**Aim of the task**
Below are the records; copy exactly the stretch from the line containing "this.scheduleLease();" through the line containing "if (endsMs === null)", both ends included, and nothing else.

Given data section start

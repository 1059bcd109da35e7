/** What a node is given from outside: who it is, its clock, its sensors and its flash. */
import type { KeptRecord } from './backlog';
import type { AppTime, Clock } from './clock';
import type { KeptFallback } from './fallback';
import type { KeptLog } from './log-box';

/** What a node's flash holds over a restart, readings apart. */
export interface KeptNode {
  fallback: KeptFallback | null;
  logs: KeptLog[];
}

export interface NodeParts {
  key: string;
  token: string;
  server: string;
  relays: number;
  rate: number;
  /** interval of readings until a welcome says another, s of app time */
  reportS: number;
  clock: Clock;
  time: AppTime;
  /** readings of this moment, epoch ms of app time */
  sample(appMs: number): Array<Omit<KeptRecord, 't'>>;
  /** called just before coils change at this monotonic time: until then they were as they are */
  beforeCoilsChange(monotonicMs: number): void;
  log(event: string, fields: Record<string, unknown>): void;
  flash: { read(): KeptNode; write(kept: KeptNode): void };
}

Given data section end
Given data section start

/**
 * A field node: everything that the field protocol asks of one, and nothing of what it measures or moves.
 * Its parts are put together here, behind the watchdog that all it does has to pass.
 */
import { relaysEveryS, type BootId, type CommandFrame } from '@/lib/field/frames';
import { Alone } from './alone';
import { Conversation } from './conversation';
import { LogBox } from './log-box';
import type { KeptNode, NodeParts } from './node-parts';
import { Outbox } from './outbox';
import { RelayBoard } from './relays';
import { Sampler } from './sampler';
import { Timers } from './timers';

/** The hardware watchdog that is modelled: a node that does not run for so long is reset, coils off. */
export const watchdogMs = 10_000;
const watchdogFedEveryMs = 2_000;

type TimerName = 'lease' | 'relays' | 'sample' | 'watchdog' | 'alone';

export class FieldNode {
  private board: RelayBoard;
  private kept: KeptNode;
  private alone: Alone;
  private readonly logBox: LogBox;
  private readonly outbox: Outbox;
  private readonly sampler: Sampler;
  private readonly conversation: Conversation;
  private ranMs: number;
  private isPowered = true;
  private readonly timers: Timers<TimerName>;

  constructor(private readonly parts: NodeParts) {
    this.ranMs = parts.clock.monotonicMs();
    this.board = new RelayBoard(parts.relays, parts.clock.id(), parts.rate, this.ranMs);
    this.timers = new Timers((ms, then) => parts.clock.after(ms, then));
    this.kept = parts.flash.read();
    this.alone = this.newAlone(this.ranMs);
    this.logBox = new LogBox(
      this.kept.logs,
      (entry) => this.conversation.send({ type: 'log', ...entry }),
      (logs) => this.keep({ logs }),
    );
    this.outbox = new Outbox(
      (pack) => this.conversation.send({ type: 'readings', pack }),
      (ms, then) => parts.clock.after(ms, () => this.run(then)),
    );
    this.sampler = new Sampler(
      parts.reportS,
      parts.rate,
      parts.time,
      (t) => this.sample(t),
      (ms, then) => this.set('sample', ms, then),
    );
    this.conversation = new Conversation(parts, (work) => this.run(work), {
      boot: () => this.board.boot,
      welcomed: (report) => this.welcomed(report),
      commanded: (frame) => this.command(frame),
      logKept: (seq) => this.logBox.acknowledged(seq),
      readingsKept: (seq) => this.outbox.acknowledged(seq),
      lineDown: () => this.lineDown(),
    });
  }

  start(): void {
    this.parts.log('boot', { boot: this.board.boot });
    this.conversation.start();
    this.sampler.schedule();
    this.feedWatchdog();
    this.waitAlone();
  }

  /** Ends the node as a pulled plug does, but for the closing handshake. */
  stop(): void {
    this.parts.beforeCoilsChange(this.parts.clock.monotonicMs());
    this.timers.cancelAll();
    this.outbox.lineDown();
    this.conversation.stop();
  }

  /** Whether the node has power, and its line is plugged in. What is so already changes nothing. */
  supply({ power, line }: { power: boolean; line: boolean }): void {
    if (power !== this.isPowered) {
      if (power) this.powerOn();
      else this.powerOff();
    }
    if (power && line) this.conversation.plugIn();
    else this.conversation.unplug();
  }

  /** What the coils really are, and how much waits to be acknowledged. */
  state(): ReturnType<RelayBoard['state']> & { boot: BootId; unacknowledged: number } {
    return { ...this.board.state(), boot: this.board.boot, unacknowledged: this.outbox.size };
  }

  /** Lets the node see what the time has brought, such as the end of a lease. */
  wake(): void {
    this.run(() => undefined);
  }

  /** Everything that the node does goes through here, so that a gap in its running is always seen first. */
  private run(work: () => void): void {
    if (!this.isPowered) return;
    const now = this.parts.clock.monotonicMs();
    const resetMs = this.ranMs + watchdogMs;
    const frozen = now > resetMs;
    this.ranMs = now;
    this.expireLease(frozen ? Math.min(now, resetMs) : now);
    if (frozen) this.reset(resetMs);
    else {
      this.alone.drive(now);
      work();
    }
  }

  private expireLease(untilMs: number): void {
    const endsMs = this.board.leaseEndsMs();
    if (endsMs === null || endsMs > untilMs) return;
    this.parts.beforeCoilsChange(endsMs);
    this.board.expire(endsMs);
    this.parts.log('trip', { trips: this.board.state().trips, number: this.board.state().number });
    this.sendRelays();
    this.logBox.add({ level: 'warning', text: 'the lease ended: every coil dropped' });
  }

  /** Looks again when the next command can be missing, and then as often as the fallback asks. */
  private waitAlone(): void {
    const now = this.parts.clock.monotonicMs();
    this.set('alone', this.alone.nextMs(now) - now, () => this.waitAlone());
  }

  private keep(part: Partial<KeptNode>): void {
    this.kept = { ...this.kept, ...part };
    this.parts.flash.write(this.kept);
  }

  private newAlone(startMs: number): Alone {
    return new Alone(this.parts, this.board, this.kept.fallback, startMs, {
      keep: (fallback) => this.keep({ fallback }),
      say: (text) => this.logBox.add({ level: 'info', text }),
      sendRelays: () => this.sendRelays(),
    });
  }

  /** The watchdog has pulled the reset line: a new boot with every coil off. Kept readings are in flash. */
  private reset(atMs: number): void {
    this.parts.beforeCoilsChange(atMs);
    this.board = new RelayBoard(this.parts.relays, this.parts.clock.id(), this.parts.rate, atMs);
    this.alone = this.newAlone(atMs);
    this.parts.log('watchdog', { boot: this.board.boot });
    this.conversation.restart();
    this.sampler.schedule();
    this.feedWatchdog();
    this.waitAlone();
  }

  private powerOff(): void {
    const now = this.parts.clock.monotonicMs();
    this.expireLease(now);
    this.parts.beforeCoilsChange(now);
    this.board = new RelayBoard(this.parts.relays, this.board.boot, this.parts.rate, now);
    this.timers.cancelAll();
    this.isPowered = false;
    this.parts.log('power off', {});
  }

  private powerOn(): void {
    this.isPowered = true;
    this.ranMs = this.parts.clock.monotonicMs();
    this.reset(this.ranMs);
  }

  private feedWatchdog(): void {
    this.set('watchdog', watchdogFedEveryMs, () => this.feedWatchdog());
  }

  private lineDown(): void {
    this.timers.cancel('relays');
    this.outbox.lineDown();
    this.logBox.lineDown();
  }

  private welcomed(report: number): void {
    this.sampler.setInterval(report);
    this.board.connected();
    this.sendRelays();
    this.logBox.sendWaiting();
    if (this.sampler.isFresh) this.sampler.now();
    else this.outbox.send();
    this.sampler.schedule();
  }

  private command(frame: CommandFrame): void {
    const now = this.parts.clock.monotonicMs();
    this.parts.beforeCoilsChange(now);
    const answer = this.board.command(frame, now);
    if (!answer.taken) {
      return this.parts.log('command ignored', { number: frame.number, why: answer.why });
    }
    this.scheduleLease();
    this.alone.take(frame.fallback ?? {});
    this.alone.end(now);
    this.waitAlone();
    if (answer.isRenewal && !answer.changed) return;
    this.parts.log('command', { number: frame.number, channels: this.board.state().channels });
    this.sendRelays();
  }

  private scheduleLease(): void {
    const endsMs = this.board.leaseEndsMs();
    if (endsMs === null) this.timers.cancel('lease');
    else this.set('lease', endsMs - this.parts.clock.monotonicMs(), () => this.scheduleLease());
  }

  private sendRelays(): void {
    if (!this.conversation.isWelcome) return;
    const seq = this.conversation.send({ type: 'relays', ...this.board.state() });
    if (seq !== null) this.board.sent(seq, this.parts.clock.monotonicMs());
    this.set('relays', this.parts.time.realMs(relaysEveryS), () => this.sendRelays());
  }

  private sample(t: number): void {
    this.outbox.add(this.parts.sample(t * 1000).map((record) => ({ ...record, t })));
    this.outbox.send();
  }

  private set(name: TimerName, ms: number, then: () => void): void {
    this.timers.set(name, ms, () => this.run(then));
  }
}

Given data section end
Given data section start

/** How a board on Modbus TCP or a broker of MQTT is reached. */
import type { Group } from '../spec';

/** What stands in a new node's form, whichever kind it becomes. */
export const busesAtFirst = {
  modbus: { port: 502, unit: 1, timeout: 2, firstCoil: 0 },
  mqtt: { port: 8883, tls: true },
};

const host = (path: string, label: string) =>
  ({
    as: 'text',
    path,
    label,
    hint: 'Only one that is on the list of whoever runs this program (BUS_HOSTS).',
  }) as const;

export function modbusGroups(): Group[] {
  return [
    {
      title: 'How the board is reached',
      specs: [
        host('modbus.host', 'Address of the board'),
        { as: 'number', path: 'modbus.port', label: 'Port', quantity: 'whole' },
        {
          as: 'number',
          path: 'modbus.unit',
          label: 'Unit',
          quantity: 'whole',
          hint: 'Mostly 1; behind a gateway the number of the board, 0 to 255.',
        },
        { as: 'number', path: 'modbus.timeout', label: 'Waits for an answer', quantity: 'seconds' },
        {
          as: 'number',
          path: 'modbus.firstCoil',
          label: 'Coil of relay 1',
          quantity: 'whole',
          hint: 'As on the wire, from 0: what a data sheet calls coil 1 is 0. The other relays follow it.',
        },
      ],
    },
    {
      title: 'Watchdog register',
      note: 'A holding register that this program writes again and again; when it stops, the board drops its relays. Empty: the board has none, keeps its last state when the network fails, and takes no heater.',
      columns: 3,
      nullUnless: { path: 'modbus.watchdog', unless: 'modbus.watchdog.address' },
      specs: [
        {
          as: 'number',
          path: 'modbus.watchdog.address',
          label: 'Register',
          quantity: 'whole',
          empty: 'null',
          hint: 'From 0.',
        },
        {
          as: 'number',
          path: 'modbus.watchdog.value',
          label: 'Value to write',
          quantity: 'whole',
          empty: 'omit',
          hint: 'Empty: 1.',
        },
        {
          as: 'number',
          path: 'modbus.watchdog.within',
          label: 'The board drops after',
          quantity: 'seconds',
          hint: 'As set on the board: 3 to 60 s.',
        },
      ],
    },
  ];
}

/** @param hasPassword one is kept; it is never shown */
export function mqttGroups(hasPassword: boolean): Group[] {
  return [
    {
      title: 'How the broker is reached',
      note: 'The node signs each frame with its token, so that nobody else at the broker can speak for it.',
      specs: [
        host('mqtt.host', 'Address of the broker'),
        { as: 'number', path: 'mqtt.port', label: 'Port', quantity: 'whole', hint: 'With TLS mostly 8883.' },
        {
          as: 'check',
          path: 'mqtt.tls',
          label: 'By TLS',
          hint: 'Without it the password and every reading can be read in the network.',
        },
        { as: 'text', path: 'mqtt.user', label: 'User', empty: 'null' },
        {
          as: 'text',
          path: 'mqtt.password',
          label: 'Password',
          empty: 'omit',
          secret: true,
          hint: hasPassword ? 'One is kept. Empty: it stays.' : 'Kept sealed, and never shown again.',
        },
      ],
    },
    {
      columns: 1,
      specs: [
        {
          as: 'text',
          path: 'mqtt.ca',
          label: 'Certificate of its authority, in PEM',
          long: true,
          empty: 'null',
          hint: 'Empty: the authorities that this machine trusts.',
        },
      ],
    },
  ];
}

Given data section end

**Exercise result**
    this.scheduleLease();
    this.alone.take(frame.fallback ?? {});
    this.alone.end(now);
    this.waitAlone();
    if (answer.isRenewal && !answer.changed) return;
    this.parts.log('command', { number: frame.number, channels: this.board.state().channels });
    this.sendRelays();
  }

  private scheduleLease(): void {
    const endsMs = this.board.leaseEndsMs();
    if (endsMs === null) this.timers.cancel('lease');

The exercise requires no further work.